Dr. Martin Lustick is a principal and senior vice president with NextGen Healthcare focused on supporting provider organizations in their successful transition from volume to value-based care.

Dr. Lustick earned a BA in History from Cornell and an MD from Columbia. After completing his pediatric residency at Children’s Hospital National Medical Center in Washington, DC, he was in clinical practice for 17 years with Kaiser Permanente of the Mid-Atlantic States. While there, Dr. Lustick held various management and leadership roles, including chief operating officer for the 800-physician medical group. He oversaw development of their hospitalist program, population health capability, and open access delivery model.

Dr. Lustick then served as chief medical officer for ThompsonHealth—a small health system in Canandaigua, NY—where he provided clinical oversight for hospital, SNF, nursing home, IT, and out-patient physician practices.

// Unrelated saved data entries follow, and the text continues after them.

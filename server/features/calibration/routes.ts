import { Router, type RequestHandler } from 'express';
import multer from 'multer';
import { idParamSchema, ROLES } from '@/shared/api/common';
import {
  compareParamsSchema, exportQuerySchema, FIT_ID_HEADER, FIT_VERSION_HEADER, refitRequestSchema, reviewRequestSchema, uploadOptionsSchema,
} from '@/shared/api/calibration';
import { principal } from '../../auth/middleware';
import type { RouteDeps } from '../../deps';
import { AppError } from '../../http/errors';
import { parse } from '../../http/validate';
import {
  activeCalibration, compareFits, exportFit, getFit, getJob, listFits, listSweeps, refit, reviewFit, uploadSweep, type CalibrationDeps, type UploadedFile,
} from './service';

const MAKERS = ['lab_lead', 'device_engineer'] as const;
/** A Touchstone set has one file per bias point; a few hundred is plenty. */
const MAX_FILES = 1000;

/** multipart/form-data with field `files` into memory, limits as clear 413/400 answers. */
function sweepUpload(limitMb: number): RequestHandler {
  const m = multer({
    storage: multer.memoryStorage(),
    limits: { fileSize: limitMb * 1024 * 1024, files: MAX_FILES, fields: 50, fieldSize: 64 * 1024 },
    // File names as the browser sends them (UTF-8), not busboy's latin1 default.
    defParamCharset: 'utf8',
  }).array('files', MAX_FILES);
  return (req, res, next) => {
    m(req, res, (err: unknown) => {
      if (!err) return next();
      if (err instanceof multer.MulterError) {
        const where = err.field ? ` (field "${err.field}")` : '';
        switch (err.code) {
          case 'LIMIT_FILE_SIZE':
            return next(new AppError(413, 'PAYLOAD_TOO_LARGE', `a file${where} is larger than the upload limit of ${limitMb} MB (FW_UPLOAD_LIMIT_MB)`));
          case 'LIMIT_FILE_COUNT':
            return next(new AppError(413, 'PAYLOAD_TOO_LARGE', `too many files: at most ${MAX_FILES} per sweep`));
          case 'LIMIT_UNEXPECTED_FILE':
            return next(AppError.validation([{ path: err.field ?? 'files', message: 'send sweep files in the multipart field "files"' }]));
          default:
            return next(AppError.validation([{ path: err.field ?? '(body)', message: err.message }]));
        }
      }
      next(err);
    });
  };
}

export function calibrationRoutes({ dataSource, guard, jobs, mailer, config, log }: RouteDeps): Router {
  const r = Router();
  const d: CalibrationDeps = { dataSource, jobs, mailer, config, log };

  r.post('/devices/:id/sweeps', guard(...MAKERS), sweepUpload(config.uploadLimitMb), async (req, res) => {
    const { id } = parse(idParamSchema, req.params, 'params');
    if (!req.is('multipart/form-data')) {
      throw AppError.validation([{ path: 'files', message: 'send the sweep as multipart/form-data with the file(s) in the field "files"' }]);
    }
    const opts = parse(uploadOptionsSchema, req.body ?? {});
    const files = ((req.files as Express.Multer.File[] | undefined) ?? []) as UploadedFile[];
    const out = await uploadSweep(d, principal(req).row, id, files, opts);
    res.status(out.status).json(out.body);
  });
  r.get('/devices/:id/sweeps', guard(...ROLES), async (req, res) => {
    const { id } = parse(idParamSchema, req.params, 'params');
    res.json({ sweeps: await listSweeps(dataSource, principal(req).user.labId, id) });
  });
  r.get('/jobs/:id', guard(...ROLES), async (req, res) => {
    const { id } = parse(idParamSchema, req.params, 'params');
    res.json(await getJob(dataSource, principal(req).user.labId, id));
  });
  r.get('/devices/:id/fits', guard(...ROLES), async (req, res) => {
    const { id } = parse(idParamSchema, req.params, 'params');
    res.json({ fits: await listFits(dataSource, principal(req).user.labId, id) });
  });
  r.get('/devices/:id/calibration', guard(...ROLES), async (req, res) => {
    const { id } = parse(idParamSchema, req.params, 'params');
    const { fit, calibration } = await activeCalibration(dataSource, principal(req).user.labId, id);
    res.set(FIT_ID_HEADER, String(fit.id));
    res.set(FIT_VERSION_HEADER, String(fit.version));
    res.set('Access-Control-Expose-Headers', `${FIT_ID_HEADER}, ${FIT_VERSION_HEADER}`);
    res.json(calibration);
  });
  r.get('/fits/:a/compare/:b', guard(...ROLES), async (req, res) => {
    const { a, b } = parse(compareParamsSchema, req.params, 'params');
    res.json(await compareFits(dataSource, principal(req).user.labId, a, b));
  });
  r.get('/fits/:id/export', guard(...ROLES), async (req, res) => {
    const { id } = parse(idParamSchema, req.params, 'params');
    const { format } = parse(exportQuerySchema, req.query, 'query');
    const file = await exportFit(dataSource, principal(req).row, id, format);
    res.attachment(file.filename);
    res.set('Content-Type', file.contentType);
    res.send(file.body);
  });
  r.get('/fits/:id', guard(...ROLES), async (req, res) => {
    const { id } = parse(idParamSchema, req.params, 'params');
    res.json({ fit: await getFit(dataSource, principal(req).user.labId, id) });
  });
  r.post('/fits/:id/review', guard(...MAKERS), async (req, res) => {
    const { id } = parse(idParamSchema, req.params, 'params');
    const body = parse(reviewRequestSchema, req.body);
    res.json({ fit: await reviewFit(d, principal(req).row, id, body) });
  });
  r.post('/fits/:id/refit', guard(...MAKERS), async (req, res) => {
    const { id } = parse(idParamSchema, req.params, 'params');
    const body = parse(refitRequestSchema, req.body);
    const out = await refit(d, principal(req).row, id, body);
    res.status(out.status).json(out.body);
  });
  return r;
}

In 2005, Dr. Lustick assumed the role of SVP & CMO for Excellus BCBS which covers 1.6 million lives comprised of Medicare, Commercial, and Medicaid. In his 13+ year tenure there he led a variety of strategic initiatives, including a patient-centered medical home program which served as the foundation for the plan’s value-based payment strategy. He also led the implementation of an automated authorization program for care management services, development of a clinical quality improvement strategy, and creation of innovative programs in management of low back pain, screening and prevention, opioid addiction, and chronic disease management.

Dr. Lustick has also been very active in the community, serving on boards and committees confronting issues such as: healthcare capacity planning, Health Information Exchange, mental health, substance use disorders, social determinants of health, and childhood obesity.